#### What is required
Wherever the string "multiple" shows up in the material below, copy that line.

#### Records for this task
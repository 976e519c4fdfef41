namespace Stochastic.Chains.Kernels;

/// <summary>
/// Dense matrix multiply: target += left · right. For non-negative operands every entry of a product of inner dimension m carries a relative
/// error of at most (m + m/192 + 1)·u, u = 2^-53, with fused multiply-adds, u more per multiply-add otherwise.
/// </summary>
internal static class MatrixMultiply
{
    /// <summary>Inner dimension of a pass: two panels of it fit a first-level cache.</summary>
    private const int PassDepth = 192;

    /// <summary>Rows and columns of a piece of shared work, a multiple of every tile; a packed piece fits a second-level cache.</summary>
    private const int Group = 192;

    /// <summary>With so few rows and so short a sum the right operand is read where it is: packing it costs more than it saves.</summary>
    private const int FewRows = 128;

    /// <summary>
    /// Adds left (rows x inner) times right (inner x columns) to target (rows x columns), which must not overlap them. The result does not
    /// depend on the number of threads behind <paramref name="sharing"/>.
    /// </summary>
    /// <exception cref="OperationCanceledException">Cancellation was requested; the target is then partly updated.</exception>
    internal static void Add(
        MatrixView left, MatrixView right, MatrixView target, int rows, int inner, int columns, InstructionSet instructions, WorkSharing sharing)
    {
        switch (InstructionSets.Resolve(instructions))
        {
            case InstructionSet.Vector512:
                Add<TileKernel512>(left, right, target, rows, inner, columns, sharing);
                break;
            case InstructionSet.Vector256:
                Add<TileKernel256>(left, right, target, rows, inner, columns, sharing);
                break;
            default:
                Add<TileKernelPortable>(left, right, target, rows, inner, columns, sharing);
                break;
        }
    }

    private static void Add<TKernel>(
        MatrixView left, MatrixView right, MatrixView target, int rows, int inner, int columns, WorkSharing sharing)
        where TKernel : struct, ITileKernel
    {
        if (rows == 0 || columns == 0 || inner == 0)
        {
            return;
        }

        if (rows <= FewRows && inner <= FewRows)
        {
            sharing.Cancellation.ThrowIfCancellationRequested();
            AddToFewRows<TKernel>(left, right, target, rows, inner, columns);
            return;
        }

        var deepest = RoundUp(Math.Min(inner, PassDepth), TKernel.Width);
        using var columnPanels = PooledBuffer.Rent(checked(ColumnPanels<TKernel>.Size(columns, deepest)));
        for (var start = 0; start < inner; start += PassDepth)
        {
            var width = Math.Min(PassDepth, inner - start);
            var depth = RoundUp(width, TKernel.Width);
            var first = start;
            sharing.Run(Groups(columns), group =>
            {
                var column = group * Group;
                ColumnPanels<TKernel>.Pack(
                    right.From(first, column), width, Math.Min(Group, columns - column), depth, ref columnPanels[column * depth]);
            });
            sharing.Run(Groups(rows), group =>
            {
                var row = group * Group;
                var height = Math.Min(Group, rows - row);
                using var rowPanels = PooledBuffer.Rent(RowPanels<TKernel>.Size(height, depth));
                RowPanels<TKernel>.Pack(left.From(row, first), height, width, depth, ref rowPanels[0]);
                PanelProduct<TKernel>.Add(
                    ref rowPanels[0], ColumnTiles<TKernel>.Packed(ref columnPanels[0], depth), depth, width, target.From(row, 0), height, columns);
            });
        }
    }

    /// <summary>Packing whole tiles of the right operand would not pay: a few rows do not read them often enough.</summary>
    private static void AddToFewRows<TKernel>(MatrixView left, MatrixView right, MatrixView target, int rows, int inner, int columns)
        where TKernel : struct, ITileKernel
    {
        var depth = RoundUp(inner, TKernel.Width);
        var whole = columns / TKernel.TileColumns * TKernel.TileColumns;
        using var panels = PooledBuffer.Rent(RowPanels<TKernel>.Size(rows, depth) + ColumnPanels<TKernel>.Size(columns - whole, depth));
        ref var rowPanels = ref panels[0];
        RowPanels<TKernel>.Pack(left, rows, inner, depth, ref rowPanels);
        PanelProduct<TKernel>.Add(ref rowPanels, ColumnTiles<TKernel>.Of(right), depth, inner, target, rows, whole);
        if (whole < columns)
        {
            ref var rest = ref panels[RowPanels<TKernel>.Size(rows, depth)];
            ColumnPanels<TKernel>.Pack(right.From(0, whole), inner, columns - whole, depth, ref rest);
            PanelProduct<TKernel>.Add(
                ref rowPanels, ColumnTiles<TKernel>.Packed(ref rest, depth), depth, inner, target.From(0, whole), rows, columns - whole);
        }
    }

    private static int Groups(int extent) => (extent + Group - 1) / Group;

    private static int RoundUp(int number, int multiple) => (number + multiple - 1) / multiple * multiple;
}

#### Your response
    /// <summary>Rows and columns of a piece of shared work, a multiple of every tile; a packed piece fits a second-level cache.</summary>
    private static int RoundUp(int number, int multiple) => (number + multiple - 1) / multiple * multiple;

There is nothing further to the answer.